# best bow strings made



## hoyt777 (Jan 12, 2017)

Trying to find out what everyone thinks are the best strings made and what material to use .the bow is strictly hunting bow hoyt vector 35. if you a good builder let me know your prices can make payment anytime. just trying to stay away from big retailers after my last set. Thanks.


----------



## b_fitnik (Jan 19, 2016)

I get mine from #1Buckslayer. Running a great sale right now too. $60 for everything including brass speed nocks, clear serving, pinstripes and shipping. He also does tag end serving at your request. I've been using Fury but just ordered a set in BCY X. Can't tell you which I like better because it'll be my first time ordering X. Shane makes a great set of strings. There are many good builders on AT. I just stick with Shane because I know I'll always get quality strings. Why fix what ain't broke

His thread says sale till end of the year but he extended it at least until the end of January

http://www.archerytalk.com/vb/showt...opics/4504593?_k=x952p5&nocache=1484198639245

If you want another good suggestion, look at Twisted X


----------



## 73Russell (Jan 10, 2017)

I get fury strings from Catfish Customs. Everything I have heard about the fury material is it is a great material. Get soft shots. More FPS. And a few more strands of material in the same diameter of string or cable.


----------



## Robert43 (Aug 2, 2004)

LOL here we go all the fanboys / paid shooters / want to be paid shooters etc will tell you to buy this brand or that .
I say look for best deals / feedback


----------



## Silencer223 (Jan 29, 2015)

I've heard good things about vapor trail but I got mine from Shane Teel at Twisted X bowstrings and I really like them! Ylu can ask Shane anything and talk to him about anything, great guy and he'll walk you through the process! 

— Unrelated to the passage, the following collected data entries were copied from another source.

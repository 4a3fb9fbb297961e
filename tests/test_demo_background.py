"""The demo's background: its expected spectrum describes the generated data, and on it the
demo's single power law fails the spurious-signal criterion the envelope is there for.

Sources: the spurious signal -- the signal fitted on a background-only template, over its
statistical error -- and its limit of 20% of the statistical error are common practice in
resonance searches with a background-function choice (the issue on systematics cites it);
the envelope is discrete profiling (Dauncey, Kenzie, Wardle, Davies, JINST 10 (2015)
P04015).  The power law's spurious signal is computed here by an independent iminuit fit.
"""

from __future__ import annotations

import json
import sys

import awkward as ak
import numpy as np
import pytest
from background_reference import assert_orders_nested, bernstein_gaussian_nll
from scipy import stats

from peaksift import events

if sys.version_info >= (3, 11):
    import tomllib
else:  # the project supports 3.10
    import tomli as tomllib

pytestmark = pytest.mark.filterwarnings("ignore::RuntimeWarning")

INJECTED = 152.0  # GeV: truth.json's invented resonance


@pytest.fixture(scope="module")
def demo(demo_dir):
    cfg = tomllib.loads((demo_dir / "search.toml").read_text())
    tmpl = json.loads((demo_dir / cfg["systematics"]["template"]).read_text())
    edges = np.asarray(tmpl["edges"], float)
    expected = np.asarray(tmpl["values"], float)
    # the demo data through the intended selection, written with awkward only (isolated
    # opposite-charge muon pairs, the leading pair per event: truth.json's selection)
    truth = json.loads((demo_dir / "truth.json").read_text())
    ev = events.read_events([str(demo_dir / f) for f in truth["files"]], "muon")
    mu = ev.muon[(ev.muon.pt > 20) & (abs(ev.muon.eta) < 2.4) & (ev.muon.isolation < 0.15)]
    a, b = ak.unzip(ak.combinations(mu, 2))
    pairs = ak.zip({"a": a, "b": b})[a.charge * b.charge < 0]
    first = ak.firsts(pairs)
    first = first[~ak.is_none(first)]
    m = ak.to_numpy((first.a + first.b).mass)
    observed = np.histogram(m, edges)[0].astype(float)
    table = np.asarray(cfg["model"]["resolution"]["table"], float)
    return {"edges": edges, "expected": expected, "observed": observed,
            "sigma": lambda x: float(np.interp(x, table[:, 0], table[:, 1])),
            "table": (table[:, 0], table[:, 1]),
            "limit": float(cfg["systematics"].get("spurious_limit", 0.2)),
            "template_path": demo_dir / cfg["systematics"]["template"],
            "families": cfg["systematics"]["background_families"]}


def test_template_is_the_expected_spectrum_of_the_data(demo):
    """Pearson's chi-square (p from scipy.stats.chi2) of the demo data against the template,
    outside +-3 resolution widths of the injected resonance: the generator's expected
    background describes its own draw (p > 0.001); the totals agree within 3 Poisson sigma."""
    c = 0.5 * (demo["edges"][1:] + demo["edges"][:-1])
    side = np.abs(c - INJECTED) > 3 * demo["sigma"](INJECTED)
    n, mu = demo["observed"][side], demo["expected"][side]
    chi2 = float(np.sum((n - mu) ** 2 / mu))
    assert stats.chi2.sf(chi2, side.sum()) > 1e-3, chi2
    assert abs(n.sum() - mu.sum()) < 3 * np.sqrt(mu.sum())
    # and the background really is the template's, not a flat one: a shape without the
    # falling continuum's slope is rejected (the test has power)
    flat = np.full(mu.size, mu.mean())
    assert stats.chi2.sf(float(np.sum((n - flat) ** 2 / flat)), side.sum()) < 1e-6


def _spurious_power_law(expected, edges, events, mass, sigma):
    """Signal yield over its error (HESSE) of an extended binned Poisson fit of a power law
    m^-k plus a Gaussian of fixed mass and width (both normalised on the window) to the
    template scaled to ``events`` events: the Asimov data set of the template."""
    from iminuit import Minuit

    n = expected * events / expected.sum()
    lo, hi = edges[0], edges[-1]

    def pl_frac(k):
        if abs(k - 1.0) < 1e-9:
            g = np.log(edges)
        else:
            g = edges ** (1.0 - k) / (1.0 - k)
        return np.diff(g) / (g[-1] - g[0])

    z = stats.norm.cdf(edges, mass, sigma)
    g_frac = np.diff(z) / (z[-1] - z[0])

    def nll(s, nb, k):
        mu = np.maximum(nb * pl_frac(k) + s * g_frac, 1e-12)
        return float(np.sum(mu - n * np.log(mu)))

    m = Minuit(nll, s=0.0, nb=n.sum(), k=4.0)
    m.errordef = Minuit.LIKELIHOOD
    m.limits["k"] = (0.0, 20.0)
    m.migrad()
    m.hesse()
    assert m.valid, (mass, lo, hi)
    return m.values["s"] / m.errors["s"]


def test_single_power_law_fails_the_spurious_signal_criterion(demo):
    """The demo's single function (model.background = "powerlaw") on the template at the
    data's size: its largest spurious signal between 140 and 165 GeV exceeds the config's
    limit (0.2, common practice) many times over (the shoulder near 145 GeV: above 1.0),
    near the injected mass.  peaksift's spurious-signal test gives the same ratios as the
    independent fit (to 0.05)."""
    from peaksift.histogram import MassHistogram
    from peaksift.stats.background_choice import spurious_signal

    events = demo["observed"].sum()
    masses = np.arange(140.0, 165.5, 2.5)
    ours = np.array([_spurious_power_law(demo["expected"], demo["edges"], events, m,
                                         demo["sigma"](m)) for m in masses])
    j = int(np.argmax(np.abs(ours)))
    assert ours[j] > demo["limit"] and ours[j] > 1.0, (masses[j], ours[j])
    assert abs(masses[j] - INJECTED) < 10.0
    sp = spurious_signal(MassHistogram.load(demo["template_path"]), ["powersum1"], "gaussian",
                         masses, events=events, edges=demo["edges"], limit=demo["limit"],
                         resolution=demo["table"])["powersum1"]
    assert np.allclose(sp["ratio"], ours, atol=0.05), (sp["ratio"], ours)
    assert sp["flagged"]


def test_envelope_candidates_absorb_the_shoulder(demo):
    """The envelope's Bernstein candidate kept by the order test on the template at the
    data's size spuriously fits less than half the power law's signal at the injected mass,
    and the families hold a function within the limit over 130-190 GeV (bernstein6).

    Not shown (and not true on this demo): a kept candidate within the 0.2 limit over the
    whole scan -- next to the Z peak's tail (114-125 GeV) every candidate exceeds it, and
    at 1,000 events the order test cannot tell bernstein4 from bernstein6."""
    from peaksift.histogram import MassHistogram
    from peaksift.stats.background_choice import (
        choose_background,
        spurious_signal,
        template_histogram,
    )

    events = demo["observed"].sum()
    tmpl = MassHistogram.load(demo["template_path"])
    asimov = template_histogram(tmpl, demo["edges"], events)
    kept = choose_background(asimov, demo["families"]).labels
    bern = [k for k in kept if k.startswith("bernstein")]
    assert "powersum1" in kept and bern
    masses = np.arange(130.0, 190.5, 2.5)
    sp = spurious_signal(tmpl, ["powersum1", *bern, "bernstein6"], "gaussian", masses,
                         events=events, edges=demo["edges"], limit=demo["limit"],
                         resolution=demo["table"])
    at = int(np.argmin(np.abs(masses - INJECTED)))
    assert abs(sp[bern[0]]["ratio"][at]) < 0.5 * abs(sp["powersum1"]["ratio"][at])
    assert np.max(np.abs(sp["bernstein6"]["ratio"])) < demo["limit"]


def test_order_test_fits_reach_the_minimum_an_independent_minimiser_finds(demo):
    """The order test's fits of the demo data in the search window (110-200 GeV, its 1 GeV
    bins): no candidate's NLL lies above the lowest that scipy.optimize.minimize (L-BFGS-B,
    from the default start and from the fitted point) finds for the same binned Poisson
    NLL with the yield profiled, sum(nu - n ln nu) with nu = b g and b = sum n / sum g, by
    more than 1e-6; and a higher order of a family never fits worse than the lower one it
    contains (by more than 1e-8).  The second failed before the fits recomputed their
    curvature: the power sum of two terms stopped at its step limit 1.4e-7 above one term."""
    from scipy import optimize

    from peaksift.histogram import MassHistogram
    from peaksift.stats.background_choice import candidate_shapes, choose_background

    keep = (demo["edges"][:-1] >= 110.0) & (demo["edges"][1:] <= 200.0)
    edges = demo["edges"][np.concatenate([keep, [False]]) | np.concatenate([[False], keep])]
    h = MassHistogram(edges)
    h.weight_sum = demo["observed"][keep].copy()
    h.weight_sq_sum = demo["observed"][keep].copy()
    n = h.weight_sum
    choice = choose_background(h, demo["families"])
    shapes_ = candidate_shapes([c.label for c in choice.candidates])
    window = (float(edges[0]), float(edges[-1]))

    for cand in choice.candidates:
        shape = shapes_[cand.label]

        def nll(theta, shape=shape):
            g = np.asarray(shape.bin_fractions(edges, list(theta), window), float)
            if not np.all(g > 0):
                return 1e30
            nu = n.sum() / g.sum() * g
            return float(np.sum(nu - n * np.log(nu)))

        pars = shape.parameters_for(window)
        bounds = [(p.lower if np.isfinite(p.lower) else None,
                   p.upper if np.isfinite(p.upper) else None) for p in pars]
        fitted = np.array(list(cand.parameters.values()))
        default = np.array([p.start if np.isfinite(p.start) else 0.0 for p in pars])
        best = min(optimize.minimize(nll, x0, method="L-BFGS-B", bounds=bounds,
                                     options={"ftol": 1e-15, "gtol": 1e-10,
                                              "maxiter": 20000}).fun
                   for x0 in (fitted, default))
        assert cand.nll <= best + 1e-6, (cand.label, cand.nll, best)
    assert_orders_nested(choice, 1e-8)


def _spurious_bernstein(expected, edges, events, mass, sigma, degree):
    """Signal yield over its error (HESSE) of an extended binned Poisson fit of a Bernstein
    polynomial sum_k beta_k C(n,k) x^k (1-x)^(n-k) (beta_0 = 1, the others >= 0, x the
    mass scaled to the window, integrated over each bin by 8-point Gauss-Legendre and
    normalised on the window) plus a Gaussian of fixed mass and width to the template
    scaled to ``events`` events."""
    from iminuit import Minuit

    n = expected * events / expected.sum()
    nll, names = bernstein_gaussian_nll(n, edges, degree, mass, sigma)
    m = Minuit(nll, 0.0, n.sum(), *np.full(degree, 0.5), name=names)
    m.errordef = Minuit.LIKELIHOOD
    for nm in names[2:]:
        m.limits[nm] = (0.0, None)
    m.migrad(ncall=100000)
    m.migrad(ncall=100000)
    m.hesse()
    assert m.valid, mass
    return m.values["s"] / m.errors["s"]


def test_nested_bernstein_template_fits_give_an_independent_fits_spurious_signal(demo):
    """The spurious signal of bernstein4 (fitted after bernstein2 and bernstein3 of the same
    template; its template fit is the scan's multi-start one): its ratio s / sigma_stat
    at the masses of its largest value, of the injected resonance and between agrees with
    an independent iminuit fit of the same model to 0.01 (they differ by < 0.002)."""
    from peaksift.histogram import MassHistogram
    from peaksift.stats.background_choice import spurious_signal

    events = demo["observed"].sum()
    masses = np.array([120.0, 135.0, 152.5, 170.0])
    ours = np.array([_spurious_bernstein(demo["expected"], demo["edges"], events, m,
                                         demo["sigma"](m), 4) for m in masses])
    sp = spurious_signal(MassHistogram.load(demo["template_path"]),
                         ["bernstein2", "bernstein3", "bernstein4"], "gaussian", masses,
                         events=events, edges=demo["edges"], limit=demo["limit"],
                         resolution=demo["table"])["bernstein4"]
    assert np.allclose(sp["ratio"], ours, atol=0.01), (sp["ratio"], ours)
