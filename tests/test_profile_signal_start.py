"""The signal profile's start where the background-only fit lies far below the counts under
the signal (``toy_model.signal_start``, ``profile_kernels._signal_start``): an exponential
background fitted to a steeply falling power law, compiled and numpy paths alike, against
iminuit fits of a binned Poisson NLL written out in this test."""

from __future__ import annotations

import numpy as np
import pytest
from scipy import stats

from peaksift import MassHistogram
from peaksift.stats.scan_inputs import _prepare_model
from peaksift.stats.toys import profile_signal

WINDOW = (100.0, 1000.0)
SIGMA = 10.0
MASSES = np.array([300.0, 600.0, 800.0, 950.0])


def _masses(seed: int = 5) -> np.ndarray:
    """x^-4 on the window by inverse CDF (scipy.stats.pareto, b = 3, truncated), no peak."""
    rng = np.random.default_rng(seed)
    lo, hi = WINDOW
    u = rng.random(50_000) * stats.pareto.cdf(hi / lo, 3.0)
    return lo * stats.pareto.ppf(u, 3.0)


class _RawExponentialNLL:
    """Extended binned Poisson NLL, independent of peaksift: nu_i = s F_sig,i + b F_bkg,i,
    NLL = sum(nu_i - n_i ln nu_i) (Cowan et al., Eur. Phys. J. C 71 (2011) 1554, sec. 2);
    the signal a Gaussian truncated to the window (scipy.stats.norm.cdf), the background
    exp(c x) on the window, bin fractions from its elementary integral."""

    errordef = 0.5

    def __init__(self, edges, counts, mass):
        self.edges, self.n = np.asarray(edges, float), np.asarray(counts, float)
        c = stats.norm.cdf(self.edges, mass, SIGMA)
        self.f_sig = np.diff(c) / (c[-1] - c[0])

    def __call__(self, s, b, c):
        e = np.exp(c * (self.edges - self.edges[0]))
        nu = s * self.f_sig + b * np.diff(e) / (e[-1] - e[0])
        if np.any(nu <= 0):
            return 1e30
        return float(np.sum(nu - self.n * np.log(nu)))


def _iminuit(cost, ntot, c0, s0, tight=False):
    """(background-only NLL, s+b NLL, s_hat, sigma_s) by MIGRAD and HESSE, the signal
    started at ``s0`` (the counts above the background-only fit under the peak);
    ``tight``: strategy 2, tolerance 1e-6 (its default stops ~0.01 sigma_s short where
    s, b and the slope are strongly correlated)."""
    from iminuit import Minuit

    bkg = Minuit(cost, s=0.0, b=ntot, c=c0)
    bkg.fixed["s"] = True
    bkg.migrad()
    sb = Minuit(cost, s=s0, b=bkg.values["b"], c=bkg.values["c"])
    if tight:
        sb.strategy, sb.tol = 2, 1e-6
    sb.migrad()
    sb.hesse()
    assert bkg.valid and sb.valid
    return bkg.fval, sb.fval, sb.values["s"], sb.errors["s"], bkg.values["c"]


@pytest.mark.parametrize("numpy_path", [False, True])
def test_far_below_the_counts_converges_in_few_steps(monkeypatch, numpy_path):
    """Every row converges within 8 iterations (without the moved start, the three whose
    background lies 40-5,000 times below the counts needed 11-18: the Newton step only
    doubles s there), at the minimum of iminuit's fit of the raw cost: NLL difference to the
    background-only fit (q0 / 2) within 0.01 + 1e-4 of it, s within 0.01 sigma_s, sigma_s
    within 1 %."""
    if numpy_path:
        monkeypatch.setenv("PEAKSIFT_NUMPY_COST", "1")
    x = _masses()
    h = MassHistogram(bins=90, range=WINDOW).fill(x)
    counts, edges = np.histogram(x, bins=90, range=WINDOW)
    res = lambda m: np.full_like(np.asarray(m, float), SIGMA)
    model, _, _ = _prepare_model(h, "gaussian", "exponential", MASSES, resolution=res,
                                 window=None, natural_width=None, blind=None,
                                 signal_params=None, bins=None)
    out = profile_signal(model, model.counts, model.fractions, steps=8)
    assert out["converged"].all()
    b_exp = model.bkg_yield * model.background.bin_fractions(edges, model.theta, WINDOW)
    c0 = 2.0 * float(model.theta[0]) / (WINDOW[1] - WINDOW[0])   # b1 = c h: a start only
    far = 0
    for j, m in enumerate(MASSES):
        cost = _RawExponentialNLL(edges, counts, m)
        near = np.abs(0.5 * (edges[1:] + edges[:-1]) - m) < 2.0 * SIGMA
        far += counts[near].sum() > 100.0 * b_exp[near].sum()
        s0 = float(counts[near].sum() - b_exp[near].sum())
        f_b, f_sb, s_hat, s_err, _ = _iminuit(cost, float(counts.sum()), c0, s0)
        dn = model.nll_background - out["nll"][j]
        assert abs(dn - (f_b - f_sb)) < 0.01 + 1e-4 * (f_b - f_sb), (m, dn, f_b - f_sb)
        assert abs(out["s"][j] - s_hat) < 0.01 * s_err, (m, out["s"][j], s_hat)
        assert out["s_error"][j] == pytest.approx(s_err, rel=0.01), m
    assert far >= 2   # (the case the start is for: at least two rows far below)


def test_badly_fitted_background_converges_in_fine_bins():
    """An exponential fitted to 500,000 x^-4 events on 100-1450 GeV (its background-only
    fit ~1e-6 events a bin at the top, where tens are counted), 1,000 bins: every row
    converged (while the slope's derivative was a difference of the CDF's derivatives,
    20 of 100 such rows ran to the step limit on its rounding noise), and at three
    masses s and sigma_s as iminuit's MIGRAD (strategy 2, tolerance 1e-6) and HESSE on
    the raw cost (s within 0.01 sigma_s, sigma_s within 1 %)."""
    lo, hi = 100.0, 1450.0
    rng = np.random.default_rng(7)
    u = rng.random(500_000)
    x = lo * (1.0 - u * (1.0 - (hi / lo) ** -3.0)) ** (-1.0 / 3.0)
    h = MassHistogram(bins=1000, range=(lo, hi)).fill(x)
    counts, edges = np.histogram(x, bins=1000, range=(lo, hi))
    masses = np.linspace(800.0, 1400.0, 13)
    res = lambda m: 0.01 * np.asarray(m, float)
    model, _, _ = _prepare_model(h, "gaussian", "exponential", masses, resolution=res,
                                 window=None, natural_width=None, blind=None,
                                 signal_params=None, bins=None)
    for numpy_path in (False, True):
        with pytest.MonkeyPatch.context() as mp:
            if numpy_path:
                mp.setenv("PEAKSIFT_NUMPY_COST", "1")
            out = profile_signal(model, model.counts, model.fractions, steps=100)
        assert out["converged"].all(), numpy_path
    b_exp = model.bkg_yield * model.background.bin_fractions(edges, model.theta, (lo, hi))
    c0 = 2.0 * float(model.theta[0]) / (hi - lo)
    for j in (0, 6, 12):
        m = masses[j]
        cost = _RawExponentialNLL(edges, counts, m)
        cost.f_sig = np.diff(stats.norm.cdf(edges, m, 0.01 * m))
        cost.f_sig /= stats.norm.cdf(hi, m, 0.01 * m) - stats.norm.cdf(lo, m, 0.01 * m)
        near = np.abs(0.5 * (edges[1:] + edges[:-1]) - m) < 0.02 * m
        s0 = float(counts[near].sum() - b_exp[near].sum())
        _, _, s_hat, s_err, _ = _iminuit(cost, float(counts.sum()), c0, s0, tight=True)
        assert abs(out["s"][j] - s_hat) < 0.01 * s_err, (m, out["s"][j], s_hat)
        assert out["s_error"][j] == pytest.approx(s_err, rel=0.01), m
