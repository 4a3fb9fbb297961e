"""The compiled pieces of the joint fit's start (peaksift.stats.joint_kernels:
channel_quadratic, moved_starts) against numpy's linear algebra written here: the profiled
curvature of a quadratic form in one variable is 1 / (H^-1)_ss and the other variables'
minimising slope is -H_ee^-1 H_es (Schur complement, common practice)."""

from __future__ import annotations

import numpy as np

from peaksift.stats.joint_kernels import channel_quadratic, moved_starts


def _hessians(rows, p, seed=3):
    rng = np.random.default_rng(seed)
    a = rng.normal(size=(rows, p, p))
    return np.einsum("rij,rkj->rik", a, a) + p * np.eye(p)   # positive definite


def test_channel_quadratic_matches_numpy_linear_algebra():
    """w = 1/(H^-1)_ss and slope = -H_ee^-1 H_es to 1e-12 relative; rows with a non-finite
    input or k <= 0 are marked unusable with w = 0 and yield 0."""
    rows, p = 6, 3
    h = _hessians(rows, p)
    s = np.linspace(1.0, 6.0, rows)
    eta = np.column_stack([np.full(rows, 100.0), np.full(rows, -1.5)])
    k = np.ones(rows)
    s[1] = np.nan
    h[2, 0, 1] = np.inf
    k[3] = 0.0
    w, sh = np.zeros(rows), np.empty(rows)
    slope, ok = np.zeros((rows, p - 1)), np.empty(rows, np.bool_)
    channel_quadratic(s, eta, h, k, w, slope, ok, sh)
    assert ok.tolist() == [True, False, False, False, True, True]
    for r in np.flatnonzero(ok):
        assert abs(w[r] * np.linalg.inv(h[r])[0, 0] - 1.0) < 1e-12
        ref = -np.linalg.solve(h[r, 1:, 1:], h[r, 1:, 0])
        assert np.allclose(slope[r], ref, rtol=1e-12, atol=0)
        assert sh[r] == s[r]
    assert np.all(w[~ok] == 0.0) and np.all(sh[~ok] == 0.0)


def test_moved_starts_match_the_numpy_expressions():
    """eta + slope * ds, the shape clipped to its bounds (np.clip), the background-only fit
    where the row is unusable or the moved yield is not positive: the same numbers."""
    rng = np.random.default_rng(5)
    rows = 8
    eta = np.column_stack([rng.uniform(50, 150, rows), rng.uniform(-2, 2, rows)])
    slope = rng.normal(size=(rows, 2)) * 10
    ds = rng.normal(size=rows) * 20
    ok = np.ones(rows, np.bool_)
    ok[0] = False
    ds[1], slope[1, 0] = -1e6, 1.0   # the moved yield goes negative
    lower, upper = np.array([-1.0]), np.array([1.0])
    b, th = np.empty(rows), np.empty((rows, 1))
    moved_starts(eta, slope, ds, ok, lower, upper, 99.0, np.array([0.25]), b, th)
    moved = eta + slope * ds[:, None]
    good = ok & np.all(np.isfinite(moved), axis=1) & (moved[:, 0] > 0)
    assert not good[0] and not good[1]
    assert np.array_equal(b, np.where(good, moved[:, 0], 99.0))
    assert np.array_equal(th, np.where(good[:, None], np.clip(moved[:, 1:], lower, upper),
                                       0.25))
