# ------------------------------------------------------------------ independent model
def exponential_cdf(x: np.ndarray, b1: float, window: tuple[float, float]) -> np.ndarray:
    """CDF on the window of a density exp(b1 t), t = (x - centre) / half-width: the
    elementary integral (exp(k (x - lo)) - 1) / (exp(k (hi - lo)) - 1), k = b1 / half-width
    (common practice), with ``numpy.expm1`` for accuracy at small k."""
    lo, hi = window
    k = b1 / (0.5 * (hi - lo))
    if abs(k * (hi - lo)) < 1e-12:
        return (x - lo) / (hi - lo)
    return np.expm1(k * (x - lo)) / np.expm1(k * (hi - lo))


def bernstein_basis_integrals(edges: np.ndarray, degree: int,
                              window: tuple[float, float]) -> np.ndarray:
    """(degree + 1, bins) integrals over each bin of the Bernstein basis polynomials
    b_{i,n}(u) = C(n, i) u^i (1 - u)^(n - i), u = (x - lo) / (hi - lo).  Since
    C(n, i) = 1 / ((n + 1) B(i + 1, n - i + 1)), b_{i,n} is the Beta(i + 1, n - i + 1) density
    divided by n + 1 (common practice): its integral is ``scipy.stats.beta.cdf`` / (n + 1)."""
    lo, hi = window
    u = (edges - lo) / (hi - lo)
    return np.array([np.diff(stats.beta.cdf(u, i + 1, degree - i + 1)) / (degree + 1)
                     for i in range(degree + 1)])


def crystalball_density(z: float, a_lo: float, n_lo: float, a_hi: float, n_hi: float) -> float:
    """Unnormalised double-sided Crystal Ball (f(0) = 1) from its definition: Gaussian core,
    power-law tail (q / (q - alpha + |z|))^n exp(-alpha^2 / 2), q = n / alpha, beyond
    -alpha_low and +alpha_high (Oreglia, SLAC-R-236 (1980); Gaiser, SLAC-R-255 (1982);
    from memory)."""
    if z < -a_lo:
        q = n_lo / a_lo
        return math.exp(-0.5 * a_lo**2) * (q / (q - a_lo - z)) ** n_lo
    if z > a_hi:
        q = n_hi / a_hi
        return math.exp(-0.5 * a_hi**2) * (q / (q - a_hi + z)) ** n_hi
    return math.exp(-0.5 * z * z)


def crystalball_primitive(z: np.ndarray, a_lo: float, n_lo: float, a_hi: float,
                          n_hi: float) -> np.ndarray:
    """int_{-inf}^{z} of :func:`crystalball_density`: the tails integrate to
    exp(-alpha^2/2) q^n (q - alpha + |z|)^(1 - n) / (n - 1), the core to
    sqrt(2 pi) (Phi(z) - Phi(-alpha_low)) (``scipy.special.ndtr``)."""
    q_lo, q_hi = n_lo / a_lo, n_hi / a_hi
    e_lo, e_hi = math.exp(-0.5 * a_lo**2), math.exp(-0.5 * a_hi**2)
    left_total = e_lo * q_lo / (n_lo - 1.0)
    zl = np.minimum(z, -a_lo)
    left = e_lo * q_lo**n_lo * (q_lo - a_lo - zl) ** (1.0 - n_lo) / (n_lo - 1.0)
    core = math.sqrt(2.0 * math.pi) * (special.ndtr(np.clip(z, -a_lo, a_hi)) - special.ndtr(-a_lo))
    zh = np.maximum(z, a_hi)
    right = e_hi * q_hi**n_hi * (q_hi ** (1.0 - n_hi) - (q_hi - a_hi + zh) ** (1.0 - n_hi)) / (
        n_hi - 1.0)
    return np.where(z < -a_lo, left, left_total + core + right)


def crystalball_primitive_scipy(z: np.ndarray, a_lo: float, n_lo: float, a_hi: float,
                                n_hi: float) -> np.ndarray:
    """The same primitive from ``scipy.stats.crystalball`` (one-sided, tail on the left),
    piecewise: up to alpha_high the shape is the one-sided one with (beta, m) =
    (alpha_low, n_low); beyond, the right tail at z is the one-sided (alpha_high, n_high) shape
    at -z.  Each is divided by its pdf(0) to undo scipy's normalisation."""
    left, right = stats.crystalball(beta=a_lo, m=n_lo), stats.crystalball(beta=a_hi, m=n_hi)
    core = left.cdf(np.minimum(z, a_hi)) / left.pdf(0.0)
    tail = (right.cdf(-a_hi) - right.cdf(-np.maximum(z, a_hi))) / right.pdf(0.0)
    return core + np.where(z > a_hi, tail, 0.0)


@dataclass
class Case:
    """One toy configuration: shapes, window, binning, truth and the fixed parameters."""

    label: str
    signal: str
    background: str
    degree: int
    window: tuple[float, float]
    bins: int
    truth: dict[str, float]
    fixed: dict[str, float] = field(default_factory=dict)

    def __post_init__(self) -> None:
        self.edges = np.linspace(*self.window, self.bins + 1)
        self.centers = 0.5 * (self.edges[1:] + self.edges[:-1])
        self.free = [k for k in self.truth if k not in self.fixed]
        if self.background == "bernstein":
            self.basis = bernstein_basis_integrals(self.edges, self.degree, self.window)
        if self.signal == "crystalball":
            f = self.fixed
            self.tails = (f["alpha_low"], f["n_low"], f["alpha_high"], f["n_high"])

    def peaksift_shapes(self) -> tuple[Any, Any]:
        bkg = (shapes.get("bernstein", degree=self.degree) if self.background == "bernstein"
               else self.background)
        return self.signal, bkg

    def signal_fractions(self, p: dict[str, float]) -> np.ndarray:
        z = (self.edges - p["mass"]) / p["sigma"]
        c = (special.ndtr(z) if self.signal == "gaussian"
             else crystalball_primitive(z, *self.tails))
        return np.diff(c) / (c[-1] - c[0])

    def background_fractions(self, p: dict[str, float]) -> np.ndarray:
        if self.background == "exponential":
            return np.diff(exponential_cdf(self.edges, p["b1"], self.window))
        # Bernstein coefficients beta_0 = 1, beta_i = c_i^2 (peaksift's parametrisation)
        beta = np.array([1.0] + [p[f"c{i}"] ** 2 for i in range(1, self.degree + 1)])
        per_bin = beta @ self.basis
        return per_bin / per_bin.sum()

    def expected(self, p: dict[str, float]) -> np.ndarray:
        return (p["signal_yield"] * self.signal_fractions(p)
                + p["background_yield"] * self.background_fractions(p))

    def with_yield(self, signal_yield: float, label: str) -> Case:
        return Case(label, self.signal, self.background, self.degree, self.window, self.bins,
                    {**self.truth, "signal_yield": signal_yield}, dict(self.fixed))


def nll(n: np.ndarray, mu: np.ndarray) -> float:
    """Extended binned Poisson NLL in the saturated form sum(mu - n + n ln(n / mu))
    (Baker and Cousins 1984, eq. 11): differences are likelihood ratios, and 2 nll at the
    minimum is the goodness-of-fit chi-square."""
    if not np.all(np.isfinite(mu)) or np.any(mu <= 0):
        return 1e30
    t = np.where(n > 0, n * np.log(np.where(n > 0, n, 1.0) / mu), 0.0)
    return float(np.sum(mu - n + t))


def independent_fit(case: Case, n: np.ndarray, minos: bool = True) -> Minuit:
    """MIGRAD on :func:`nll` from the truth (a second MIGRAD if the first is not valid),
    HESSE, and MINOS for the studied parameters."""
    names = case.free
    p = {**case.truth, **case.fixed}

    def cost(*x: float) -> float:
        p.update(zip(names, x))
        return nll(n, case.expected(p))

    m = Minuit(cost, *[case.truth[k] for k in names], name=names)
    m.errordef = Minuit.LIKELIHOOD
    m.limits["mass"] = case.window
    m.limits["sigma"] = (0.01, 0.5 * (case.window[1] - case.window[0]))
    m.limits["background_yield"] = (0.0, None)
    with warnings.catch_warnings():
        warnings.simplefilter("ignore")
        m.migrad()
        if not m.valid:
            m.migrad()
        m.hesse()
        if minos and m.valid:
            try:
                m.minos(*STUDIED)
            except RuntimeError:
                pass
    return m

Sent from my SAMSUNG-SM-G870A using Tapatalk


----------



## Twisted X Bowstrings (Mar 23, 2013)

hoyt777 said:


> Trying to find out what everyone thinks are the best strings made and what material to use .the bow is strictly hunting bow hoyt vector 35. if you a good builder let me know your prices can make payment anytime. just trying to stay away from big retailers after my last set. Thanks.


If you have any questions please don't hesitate to message me. Be glad to help in any way I can. There isn't a "best string", they're either built properly or they aren't. It's really all about a solid build process and attention to detail. 

Sent from my SAMSUNG-SM-N920A using Tapatalk


----------



## Larry brown (Aug 17, 2013)

Several good builders. I got Twisted X. I would look at their build threads and pick the one you'd comfortable with. Ask questions and find the one that answers what you ask. If I had a second choice I would check out Hogwire. And depends on material you wanna use some only do certain material some do them all. 
Prob the 3rd thread like this today. Use the search function and it will get you what your looking for. As Robert43 said you are only gonna get opinions on what others like and what brands they sell.


----------



## WASHECA (Jan 3, 2012)

twisted x !!! Shane makes a very fine bowstring. I have not tried every string on the market but I have had a few but twisted x are flawless. shane made mine w/fury and it looks to be the best string material yet. thanks again Shane!!!!!!!!


----------



## Flatwoodshunter (Feb 3, 2013)

Robert43 said:


> LOL here we go all the fanboys / paid shooters / want to be paid shooters etc will tell you to buy this brand or that .
> I say look for best deals / feedback


Looks like the ones that posted were doing just what you suggested giving best deals and feedback...Trolling!!! LOL


----------



## W. H. Seward (Jul 8, 2016)

Vaportrail! 


Sent from my iPhone using Tapatalk


----------



## Alaska at heart (Aug 25, 2009)

73Russell said:


> I get fury strings from Catfish Customs. Everything I have heard about the fury material is it is a great material. Get soft shots. More FPS. And a few more strands of material in the same diameter of string or cable.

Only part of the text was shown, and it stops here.